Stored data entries

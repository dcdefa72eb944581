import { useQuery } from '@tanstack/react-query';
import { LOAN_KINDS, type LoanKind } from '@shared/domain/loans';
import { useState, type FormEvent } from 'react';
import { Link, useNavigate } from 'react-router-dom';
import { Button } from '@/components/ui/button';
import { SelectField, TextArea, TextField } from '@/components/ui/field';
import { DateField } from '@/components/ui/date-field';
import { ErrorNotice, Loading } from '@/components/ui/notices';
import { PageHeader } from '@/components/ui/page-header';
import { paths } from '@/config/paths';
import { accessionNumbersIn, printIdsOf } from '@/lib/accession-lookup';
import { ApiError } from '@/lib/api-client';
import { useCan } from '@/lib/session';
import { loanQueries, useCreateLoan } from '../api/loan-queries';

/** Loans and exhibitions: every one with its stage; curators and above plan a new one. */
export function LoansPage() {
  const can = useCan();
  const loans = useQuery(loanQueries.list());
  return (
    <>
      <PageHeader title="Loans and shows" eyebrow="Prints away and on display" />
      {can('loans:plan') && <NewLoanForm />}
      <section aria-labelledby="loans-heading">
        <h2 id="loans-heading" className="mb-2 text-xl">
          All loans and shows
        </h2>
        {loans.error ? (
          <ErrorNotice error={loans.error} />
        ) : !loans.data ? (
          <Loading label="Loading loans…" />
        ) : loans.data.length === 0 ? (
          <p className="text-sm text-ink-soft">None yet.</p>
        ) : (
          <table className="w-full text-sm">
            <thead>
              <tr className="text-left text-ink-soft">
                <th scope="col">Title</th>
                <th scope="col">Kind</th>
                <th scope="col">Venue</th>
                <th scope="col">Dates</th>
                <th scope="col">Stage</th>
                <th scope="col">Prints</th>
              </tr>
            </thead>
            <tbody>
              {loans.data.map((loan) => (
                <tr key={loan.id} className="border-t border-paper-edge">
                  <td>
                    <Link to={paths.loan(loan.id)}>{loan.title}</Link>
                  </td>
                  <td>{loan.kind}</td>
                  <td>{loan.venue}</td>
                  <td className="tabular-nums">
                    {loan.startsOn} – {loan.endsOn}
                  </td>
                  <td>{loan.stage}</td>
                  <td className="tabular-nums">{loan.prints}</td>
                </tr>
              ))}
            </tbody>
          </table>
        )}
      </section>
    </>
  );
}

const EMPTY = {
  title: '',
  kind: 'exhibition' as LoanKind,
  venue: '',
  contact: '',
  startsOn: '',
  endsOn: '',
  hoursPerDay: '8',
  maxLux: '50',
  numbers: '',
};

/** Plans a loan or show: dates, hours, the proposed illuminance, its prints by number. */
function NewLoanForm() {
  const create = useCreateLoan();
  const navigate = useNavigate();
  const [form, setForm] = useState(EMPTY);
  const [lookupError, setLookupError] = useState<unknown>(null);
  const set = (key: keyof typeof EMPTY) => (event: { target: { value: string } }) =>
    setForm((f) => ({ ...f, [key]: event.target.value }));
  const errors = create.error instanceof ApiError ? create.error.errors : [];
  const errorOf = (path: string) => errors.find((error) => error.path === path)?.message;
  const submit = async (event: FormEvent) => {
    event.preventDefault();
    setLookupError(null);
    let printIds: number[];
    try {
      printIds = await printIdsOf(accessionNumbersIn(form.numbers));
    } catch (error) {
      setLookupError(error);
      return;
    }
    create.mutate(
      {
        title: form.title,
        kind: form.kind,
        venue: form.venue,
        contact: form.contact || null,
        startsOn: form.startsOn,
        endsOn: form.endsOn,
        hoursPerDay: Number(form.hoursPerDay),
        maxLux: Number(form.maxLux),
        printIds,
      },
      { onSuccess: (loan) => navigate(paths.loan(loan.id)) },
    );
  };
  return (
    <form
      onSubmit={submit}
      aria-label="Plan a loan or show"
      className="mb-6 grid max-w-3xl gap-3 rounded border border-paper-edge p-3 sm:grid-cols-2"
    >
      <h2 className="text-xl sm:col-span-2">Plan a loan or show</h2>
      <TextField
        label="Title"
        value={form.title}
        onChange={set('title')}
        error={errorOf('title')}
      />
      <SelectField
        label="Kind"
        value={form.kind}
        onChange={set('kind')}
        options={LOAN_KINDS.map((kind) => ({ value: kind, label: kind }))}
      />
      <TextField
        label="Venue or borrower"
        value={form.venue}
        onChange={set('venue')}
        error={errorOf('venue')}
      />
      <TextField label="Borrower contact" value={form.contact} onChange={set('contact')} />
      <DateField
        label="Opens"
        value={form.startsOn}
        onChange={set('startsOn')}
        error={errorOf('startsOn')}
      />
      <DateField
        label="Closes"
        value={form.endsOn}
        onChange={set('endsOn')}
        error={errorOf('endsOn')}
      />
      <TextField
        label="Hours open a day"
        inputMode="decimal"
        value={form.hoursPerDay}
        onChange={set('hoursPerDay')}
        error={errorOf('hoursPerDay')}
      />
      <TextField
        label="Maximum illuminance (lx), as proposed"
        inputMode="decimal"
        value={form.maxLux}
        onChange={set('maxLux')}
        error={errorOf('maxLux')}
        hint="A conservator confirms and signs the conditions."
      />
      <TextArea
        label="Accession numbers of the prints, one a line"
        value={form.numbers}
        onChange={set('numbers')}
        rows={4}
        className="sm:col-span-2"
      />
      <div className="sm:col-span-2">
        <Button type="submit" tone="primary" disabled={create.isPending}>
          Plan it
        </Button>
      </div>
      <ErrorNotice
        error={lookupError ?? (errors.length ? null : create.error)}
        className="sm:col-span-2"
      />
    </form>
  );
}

## REQUIRED WORK
Report every line of the entries that carries the word "components".

## ANSWER SPACE
import { Button } from '@/components/ui/button';
import { SelectField, TextArea, TextField } from '@/components/ui/field';
import { DateField } from '@/components/ui/date-field';
import { ErrorNotice, Loading } from '@/components/ui/notices';
import { PageHeader } from '@/components/ui/page-header';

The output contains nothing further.